W3C home > Mailing lists > Public > public-ws-addressing@w3.org > November 2004

RE: ISSUE 8 : "Clarity and Safety"

From: Francisco Curbera <curbera@us.ibm.com>
Date: Mon, 22 Nov 2004 12:53:47 -0500
To: "Jonathan Marsh" <jmarsh@microsoft.com>
Cc: "Glen Daniels" <gdaniels@sonicsoftware.com>, public-ws-addressing@w3.org, public-ws-addressing-request@w3.org
Message-ID: <OFDA521C69.6267E6E3-ON85256F54.006141D7-85256F54.00624EE5@us.ibm.com>

Just to add my 2c to Jonathan's point. The assumption seems to be that a
requester will decide arbitrarily to add SOAP headers to its message
regardless of what is the contract with the endpoint. If a requester
decides to add a new transaction context ignoring the fact there is already
one in use (received from someone else), then the interaction is probably
going to break because s/he broke the contract - as specified by the Tx
protocol in use. If s/he decides to add a header that the endpoint is
already requiring as a ref. property, the requester is breaking the
contract as well (unless the semantics of that header allows multiple
copies). That is how contracts work, the limit your ability to do whatever
you like; it is not in any way an exclusive feature of reference


                      "Jonathan Marsh"                                                                                                         
                      <jmarsh@microsoft.com>          To:       "Glen Daniels" <gdaniels@sonicsoftware.com>, <public-ws-addressing@w3.org>     
                      Sent by:                        cc:                                                                                      
                      public-ws-addressing-req        Subject:  RE: ISSUE 8 : "Clarity and Safety"                                             
                      11/17/2004 03:39 PM                                                                                                      

Glen wrote:
> First, a layering problem - if I am to protect against such errors, my
> infrastructure should probably scan all my refp's to make sure they
> don't step on the toes of some "real" SOAP extension.  One might argue
> that this isn't necessary, and that you should just "trust the source
> the EPR", but I disagree - one could make the same argument against
> checking for nulls/bad data in methods on a C# or Java object.  If you
> provide a way for data (EPRs) that affects your SOAP processor to be
> supplied by the outside world, you open yourself up to errors in that
> data affecting your SOAP node in potentially unclear ways - especially
> since refp's lose their "refp-ness" once they get "header-ized". (this
> is the "safety" part)

I don't understand this.  You want to protect against getting an error,
presumably by generating a pre-emptive error.  The benefits of the
pre-emptive error aren't clear.  In my mind there are two cases, where
you have established trust in the EPR, and where you haven't.

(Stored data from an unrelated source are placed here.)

/**
 * The vocabulary of the piecewise grid: cell classes, rounding allowances,
 * tail kinds, and the read-only view of a classified grid that the envelope
 * builder ({@link buildTables}) reads. @internal
 *
 * @packageDocumentation
 */
import { pow } from '../../vendor/math.js';

/** Cell classes (see the module remarks). @internal */
export const CELL_CONCAVE = 1;
/** @internal */
export const CELL_CONVEX = 2;
/** @internal */
export const CELL_LINEAR = 3;
/** @internal */
export const CELL_UNKNOWN = 4;
/** @internal */
export const CELL_MIXED = 5;
/** @internal */
export const CELL_ZERO = 6;
/** @internal */
export const CELL_BOUNDARY = 7;
/** @internal */
export const CELL_ATOMIC = 8;
/** @internal */
export const CELL_MONOTONE = 9;
/** @internal */
export const CELL_NEGLIGIBLE = 10;

/** Names of the cell classes, by code. @internal */
export const CLASS_NAMES = ['', 'concave', 'convex', 'linear', 'unknown', 'mixed', 'zero', 'boundary', 'atomic', 'monotone', 'negligible'] as const;

/**
 * A cell whose log-density at both ends is more than 1500 below the largest
 * on the grid is "negligible": its envelope (the larger end value, width at
 * most 1.8e308) has a relative area below e^(−1500 + 710), which is 0 in
 * double precision, so the guide table never selects it and its shape does
 * not matter. Such cells occur far out in the tails, where user functions
 * often lose their derivative's accuracy (e.g. a log-sum-exp of two
 * components that round to the same value).
 * @internal
 */
export const NEGLIGIBLE_DROP = 1500;

/**
 * Rounding allowance of the shape tests of {@link piecewiseSampler} (and of
 * the shape scan of {@link exactSampler}), relative to the magnitudes
 * involved: 64 units of double rounding (64·2^−52) of each value, counting a
 * log-density as at least 1 in magnitude (a log-density near 0 is usually
 * the difference of terms of order 1, so its rounding is absolute). A
 * curvature below it is "linear".
 *
 * @example
 * ```ts
 * PIECEWISE_NOISE; // 64 * 2 ** -52 ≈ 1.4e-14
 * ```
 */
export const PIECEWISE_NOISE = /* @__PURE__ */ (() => 64 * pow(2, -52))();

/**
 * Secant construction: largest deviation (absolute part, in log space) that
 * a "linear" verdict or a borrowed chord may imply over a cell; ten times
 * below the check tolerance. A verdict or chord less certain than this is not
 * used (the cell is halved instead).
 * @internal
 */
export const SECANT_DEVIATION_ABSOLUTE = 1e-10;

/** Relative part (of |log f|) of {@link SECANT_DEVIATION_ABSOLUTE}. @internal */
export const SECANT_DEVIATION_RELATIVE = 1e-12;

/** Halvings of the cells at a change of curvature (pins it to 2^−24 of the cell it was found in). @internal */
export const PIN_ROUNDS = 24;

/** Halvings of a mixed or unknown cell before giving up (enough to reach adjacent doubles). @internal */
export const MIXED_LIMIT = 1100;

/** Bound on the classify-and-halve rounds of one settling. @internal */
export const SETTLE_MAX_ROUNDS = 1500;

/** Tail kinds. @internal */
export const TAIL_NONE = 0;
/** @internal */
export const TAIL_LOG = 1;
/** @internal */
export const TAIL_INV_SQRT = 2;

/** A tail beyond the outermost point. @internal */
export interface Tail {
  kind: number;
  /** Start (the outermost point). */
  x: number;
  /** logDensity there. */
  l: number;
  /** Decay rate into the tail (> 0): of log f (log), or of T with T = −1 at x (inverse-sqrt). */
  sig: number;
}

/** True when no double lies strictly between a and b. @internal */
export function isAtomic(a: number, b: number): boolean {
  const m = mid(a, b);
  return !(m > a && m < b);
}

/** Midpoint without overflow. @internal */
export function mid(a: number, b: number): number {
  const m = 0.5 * a + 0.5 * b;
  return m;
}

/** What the envelope builder reads of a classified grid. @internal */
export interface CellView {
  readonly api: string;
  /** Points, increasing, and logDensity there. */
  readonly x: readonly number[];
  readonly l: readonly number[];
  /** Per cell: shape class, slopes of the outer lines through its ends (NaN: none). */
  readonly cls: readonly number[];
  readonly sa: readonly number[];
  readonly sb: readonly number[];
  readonly lowerTail: Tail;
  readonly upperTail: Tail;
  /** Number of cells. */
  readonly cells: number;
  /** Throws the ShapeViolationError of cell i. */
  shapeFailure(i: number, why: string): never;
}

/**
 * Cell class from the curvature classes of its two end points (secant
 * construction; 0: no triple there, CELL_UNKNOWN: undetermined within rounding, which
 * makes the cell unknown so that it is halved).
 */
export function combine(p: number, q: number): number {
  if (p === CELL_UNKNOWN || q === CELL_UNKNOWN) return CELL_UNKNOWN;
  const hasC = p === CELL_CONCAVE || q === CELL_CONCAVE;
  const hasV = p === CELL_CONVEX || q === CELL_CONVEX;
  if (hasC && hasV) return CELL_MIXED;
  if (hasC) return CELL_CONCAVE;
  if (hasV) return CELL_CONVEX;
  if (p === CELL_LINEAR || q === CELL_LINEAR) return CELL_LINEAR;
  return CELL_UNKNOWN;
}

/** Whether a neighbour of class `nb` can lend its chord to a cell of class `c` (same curvature). */
export function compatible(c: number, nb: number): boolean {
  return nb === c || nb === CELL_LINEAR;
}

It would be very helpful if you could be clearer about the (autological)
"potentially unclear" ways that a _trusted_ EPR can screw with your SOAP
node.  The only thing I can think of is that there might be namespace
clashes which might be a general problem with SOAP headers (e.g. I
insert my:header to mean one thing and you insert my:header to mean
something else, though presumably only one of us has authority to use
the namespace bound to 'my'.)

I don't believe anyone is forced to use an EPR that they receive if they
can't establish trust.  If you want to implement some process for
validating your EPRs using a NetNanny-type filter or heuristics such as
you outline above, that's outside the scope of the spec and therefore
perfectly fine.  WS-A only talks about what the endpoint expects you to
do once you decide to use the EPR to construct and send a message.